▸ **Task directions**:
Using the data that follows, give the number of lines in which the word "change" occurs. Write only the number.

Saved entries:
────

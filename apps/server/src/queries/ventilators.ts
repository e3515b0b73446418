import type { VentilatorClass, VentilatorState } from '@windrow/ventilation/contract/fleet';
import type { Knex } from 'knex';

export type VentilatorRow = {
  id: string;
  asset_number: string;
  model: string;
  class: VentilatorClass;
  home_unit_id: string | null;
  state: VentilatorState;
  unit_id: string | null;
  bed_id: string | null;
  place_words: string | null;
  since_at: string;
  version: number;
};
export type MoveRow = {
  sequence: number;
  id: string;
  ventilator_id: string;
  from_state: VentilatorState;
  to_state: VentilatorState;
  unit_id: string | null;
  bed_id: string | null;
  place_words: string | null;
  note: string | null;
  observed_at: string;
  recorded_at: string;
  recorded_by: string;
};

export async function ventilatorById(db: Knex, id: string): Promise<VentilatorRow | null> {
  return (await db<VentilatorRow>('ventilators').where({ id }).first()) ?? null;
}

export async function ventilatorAtBed(db: Knex, bedId: string): Promise<VentilatorRow | null> {
  return (await db<VentilatorRow>('ventilators').where({ bed_id: bedId, state: 'in-use' }).first()) ?? null;
}

export async function ventilatorByAssetNumber(db: Knex, assetNumber: string): Promise<VentilatorRow | null> {
  return (await db<VentilatorRow>('ventilators').where({ asset_number: assetNumber }).first()) ?? null;
}

export async function ventilatorPage(db: Knex, { limit, after }: { limit: number; after: string | null }) {
  const query = db<VentilatorRow>('ventilators')
    .leftJoin('beds', 'beds.id', 'ventilators.bed_id')
    .select<(VentilatorRow & { bed_label: string | null })[]>('ventilators.*', { bed_label: 'beds.label' })
    .orderBy('ventilators.asset_number')
    .limit(limit);
  return after === null ? query : query.where('ventilators.asset_number', '>', after);
}

export async function insertVentilator(db: Knex, row: VentilatorRow): Promise<void> {
  await db<VentilatorRow>('ventilators').insert(row);
}

export async function updateVentilator(db: Knex, id: string, change: Partial<VentilatorRow>): Promise<void> {
  await db<VentilatorRow>('ventilators').where({ id }).update(change).increment('version', 1);
}

export async function insertMove(db: Knex, row: Omit<MoveRow, 'sequence'>): Promise<void> {
  await db<MoveRow>('ventilator_moves').insert(row);
}

export async function movePage(
  db: Knex,
  { ventilatorId, limit, before }: { ventilatorId: string; limit: number; before: number | null },
) {
  const query = db<MoveRow>('ventilator_moves')
    .join('people', 'people.id', 'ventilator_moves.recorded_by')
    .leftJoin('beds', 'beds.id', 'ventilator_moves.bed_id')
    .select<(MoveRow & { display_name: string; bed_label: string | null })[]>(
      'ventilator_moves.*',
      'people.display_name',
      { bed_label: 'beds.label' },
    )
    .where({ ventilator_id: ventilatorId })
    .orderBy('ventilator_moves.sequence', 'desc')
    .limit(limit);
  return before === null ? query : query.where('ventilator_moves.sequence', '<', before);
}

export async function countsByClassAndState(
  db: Knex,
): Promise<{ class: VentilatorClass; state: VentilatorState; n: number }[]> {
  return db<VentilatorRow>('ventilators')
    .select('class', 'state')
    .count<{ class: VentilatorClass; state: VentilatorState; n: number }[]>({ n: '*' })
    .groupBy('class', 'state');
}

export type KnownMachine = Pick<VentilatorRow, 'id' | 'asset_number' | 'model' | 'home_unit_id'> &
  Pick<MoveRow, 'unit_id' | 'bed_id'> & { state: VentilatorState };

/** Where each machine was by what had been recorded at an instant: its last move by then. */
export async function machinesKnownAt(db: Knex, at: string): Promise<KnownMachine[]> {
  const last = db<MoveRow>('ventilator_moves')
    .max('sequence')
    .where('recorded_at', '<=', at)
    .groupBy('ventilator_id');
  return db<MoveRow>('ventilator_moves')
    .join('ventilators', 'ventilators.id', 'ventilator_moves.ventilator_id')
    .whereIn('ventilator_moves.sequence', last)
    .select<KnownMachine[]>(
      'ventilators.id',
      'ventilators.asset_number',
      'ventilators.model',
      'ventilators.home_unit_id',
      'ventilator_moves.unit_id',
      'ventilator_moves.bed_id',
      { state: 'ventilator_moves.to_state' },
    );
}

/** Machines ready in a unit: they stand there, or belong there and stand nowhere else. */
export async function readyInUnit(db: Knex, unitId: string): Promise<number> {
  const row = await db<VentilatorRow>('ventilators')
    .where({ state: 'ready' })
    .where((on) =>
      on
        .where({ unit_id: unitId })
        .orWhere((home) => home.whereNull('unit_id').where({ home_unit_id: unitId })),
    )
    .count<{ n: number }[]>({ n: '*' });
  return Number(row[0]?.n ?? 0);
}
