import type { Grant } from '@windrow/ventilation/permissions/permissions';
import type { Knex } from 'knex';

export type PersonRow = {
  id: string;
  username: string;
  display_name: string;
  initials: string;
  password_hash: string;
  disabled_at: string | null;
  version: number;
};
type GrantRow = { id: number; person_id: string; role: Grant['role']; unit_id: string | null };

export async function anyPerson(db: Knex): Promise<boolean> {
  return (await db<PersonRow>('people').first('id')) !== undefined;
}

export async function personById(db: Knex, id: string): Promise<PersonRow | null> {
  return (await db<PersonRow>('people').where({ id }).first()) ?? null;
}

export async function personByUsername(db: Knex, username: string): Promise<PersonRow | null> {
  return (await db<PersonRow>('people').where({ username: username.toLowerCase() }).first()) ?? null;
}

export async function peoplePage(
  db: Knex,
  { limit, after }: { limit: number; after: string | null },
): Promise<PersonRow[]> {
  const query = db<PersonRow>('people').orderBy('username').limit(limit);
  return after === null ? query : query.where('username', '>', after);
}

/** Those who may look after beds of a unit: therapists and charge therapists, of the unit or of the whole house. */
export async function colleaguesOfUnit(db: Knex, unitId: string): Promise<PersonRow[]> {
  return db<PersonRow>('people')
    .whereNull('disabled_at')
    .whereIn(
      'id',
      db<GrantRow>('grants')
        .select('person_id')
        .whereIn('role', ['therapist', 'charge'])
        .where((on) => on.where({ unit_id: unitId }).orWhereNull('unit_id')),
    )
    .orderBy('display_name');
}

export async function insertPerson(db: Knex, row: PersonRow): Promise<void> {
  await db<PersonRow>('people').insert(row);
}

export async function updatePerson(db: Knex, id: string, change: Partial<PersonRow>): Promise<void> {
  await db<PersonRow>('people').where({ id }).update(change);
}

export async function grantsOf(db: Knex, personId: string): Promise<Grant[]> {
  const rows = await db<GrantRow>('grants').where({ person_id: personId }).orderBy('id');
  return rows.map(({ role, unit_id }) => ({ role, unitId: unit_id }));
}

export async function replaceGrants(db: Knex, personId: string, grants: readonly Grant[]): Promise<void> {
  await db<GrantRow>('grants').where({ person_id: personId }).delete();
  for (const { role, unitId } of grants)
    await db<GrantRow>('grants').insert({ person_id: personId, role, unit_id: unitId });
}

────

▸ **Exercise result**:
4